Le célèbre réalisateur allemand Wim Wenders, près de 80 ans, a réalisé un court métrage intitulé « Les Clés de la liberté » pour marquer les 80 ans de la fin de la Seconde Guerre mondiale. À travers ce film, il met en lumière le besoin urgent de préserver la paix alors que l’Europe est confrontée à une nouvelle guerre, celle d’Ukraine.
Une réflexion personnelle sur la paix
Dans une interview récente à Berlin, Wenders a évoqué son expérience d’une vie passée en paix : « De mon enfance, j’ai vécu 80 ans en paix ». Il considère cette période comme essentielle dans sa vie et souligne les conséquences des guerres passées sur ses parents. Son père ayant été chirurgien durant le conflit, il partage : « J’ai eu le privilège d’être parmi la première génération d’Allemands qui ont vécu pendant 80 ans en paix ».

L’impact historique du court métrage
Le film dure moins de cinq minutes et explore l’histoire peu connue d’un événement déterminant : la reddition inconditionnelle allemande signée à Reims le 7 mai 1945. Actuellement lycée Franklin Roosevelt, cette école abrite un musée où se trouvent les clés symboliques remises par Dwight D. Eisenhower aux autorités locales après la capitulation. Dans son œuvre, Wenders déclare : « Le commandant en chef renvoie les clés du maire de Reims et dit : », illustrant ainsi leur importance symbolique.
La résonance actuelle du message
Avec l’évoquant des enjeux contemporains tels que « une guerre contre l’Europe », Wenders insiste sur l’importance illimitée de garder vive l’idée de liberté. Le ministre allemand des Affaires étrangères a encouragé ce projet pour rappeler aux citoyens européens qu’ils ne doivent pas prendre cette liberté pour acquise face aux tournants politiques actuels.
Peter Ptassek, diplomate chargé des communications stratégiques au ministère, souligne également qu’il est crucial que l’Allemagne présente clairement ses valeurs face aux menaces croissantes : « Avec la guerre en Ukraine et ce qui se passe actuellement aux États-Unis, nous avons réalisé que nous devions élever notre voix ». Moins de 100 000 euros ont été dépensés par le ministère pour soutenir ce travail dont une grande partie a été réalisée bénévolement par Wenders et son équipe.

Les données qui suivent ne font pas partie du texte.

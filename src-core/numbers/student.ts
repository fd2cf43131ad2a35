import { type BetaPoint, betaTails } from './beta-tails';
import { add, divide, fromNumber, twoProduct } from './double-double';
import { pow } from './elementary';
import type { Tails } from './gamma-tails';
import { normalTwoSided, normalUpper, normalUpperQuantile } from './normal';
import { checkFreedom, checkPoint, checkProbability, pointOfTail } from './quantile-search';
import { FREEDOM_WITHOUT_END, POWER_TAIL_FROM } from './tolerances';

/**
 * P(T > t) of Student's distribution.
 *
 *     half the beta tail at f / (f + t^2), shapes f/2 and 1/2
 *
 * t: any number, NaN throws; freedom: above 0, whole or not, infinity for the normal distribution, anything else throws.
 * Relative error about 1e-15 above t = 0, however small the tail.
 *
 * Example: tUpper(12.706204736432095, 1) = 0.025.
 * Source: DLMF 8.17.
 */
export function tUpper(t: number, freedom: number): number {
  checkPoint(t);
  checkFreedom(freedom);
  if (freedom >= FREEDOM_WITHOUT_END) return normalUpper(t);
  const size = Math.abs(t);
  if (size > POWER_TAIL_FROM) {
    const tail = size === Infinity ? 0 : tUpper(POWER_TAIL_FROM, freedom) * pow(size / POWER_TAIL_FROM, -freedom);
    return t > 0 ? tail : 1 - tail;
  }
  const { lower, upper } = sizeTails(size, freedom);
  return t < 0 ? 0.5 + lower / 2 : upper / 2;
}

/** P(T < t). Example: tLower(-3, 8.1) = tUpper(3, 8.1). */
export function tLower(t: number, freedom: number): number {
  return tUpper(-t, freedom);
}

/** P(|T| > |t|). Example: tTwoSided(-12.706204736432095, 1) = 0.05. */
export function tTwoSided(t: number, freedom: number): number {
  return freedom >= FREEDOM_WITHOUT_END ? normalTwoSided(t) : 2 * tUpper(Math.abs(t), freedom);
}

/**
 * The point with probability p above it, from the tail beyond it or, near a half, from the part between it and 0.
 *
 * p: strictly between 0 and 1, anything else throws. Relative error about 1e-15.
 *
 * Example: tUpperQuantile(0.025, 1) = 12.706204736432095.
 */
export function tUpperQuantile(p: number, freedom: number): number {
  checkProbability(p);
  checkFreedom(freedom);
  if (freedom >= FREEDOM_WITHOUT_END) return normalUpperQuantile(p);
  if (p === 0.5) return 0;
  if (p > 0.5) return -pointAbove({ beyond: 1 - p, between: p - 0.5, freedom });
  return pointAbove({ beyond: p, between: 0.5 - p, freedom });
}

/** The point with probability p below it. Example: tQuantile(0.975, 3.6) = 2.90244523572036. */
export function tQuantile(p: number, freedom: number): number {
  const point = tUpperQuantile(p, freedom);
  return point === 0 ? 0 : -point;
}

function pointAbove(asked: { beyond: number; between: number; freedom: number }): number {
  const { beyond, between, freedom } = asked;
  const tail = beyond < 0.25 ? 'upper' : 'lower';
  return pointOfTail({
    tails: (t) => (t > POWER_TAIL_FROM ? farTails(t, freedom) : sizeTails(t, freedom)),
    tail,
    target: 2 * (tail === 'upper' ? beyond : between),
    start: normalUpperQuantile(beyond),
  });
}

/** The distribution of |T|. */
function sizeTails(size: number, freedom: number): Tails {
  const tails = betaTails(sizePoint(size, freedom));
  return { ...tails, slope: 2 * tails.slope };
}

/** Where the beta distribution stands for |T| at a size. */
export function sizePoint(size: number, freedom: number): BetaPoint {
  const square = twoProduct(size, size);
  const both = add(square, fromNumber(freedom));
  return { x: divide(square, both), y: divide(fromNumber(freedom), both), a: 0.5, b: freedom / 2 };
}

function farTails(size: number, freedom: number): Tails {
  const upper = 2 * tUpper(size, freedom);
  return { lower: 1 - upper, upper, slope: freedom * upper };
}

Un appel à prendre conscience
Wenders espère que son film touchera particulièrement les jeunes générations. Cependant, il exprime des craintes quant à leur perception : « Ils sont la troisième génération vivant dans cette paix… Donc ils le tiennent pour acquis ». Il conclut sa réflexion réelle sur valeur précieuse et fragile de la liberté avec ces mots : « C’est pourquoi je voulais garder le film vraiment ouvert à la fin » pris aujourd’hui comme un appel urgent au maintien vigilant des libertés chèrement gagnées.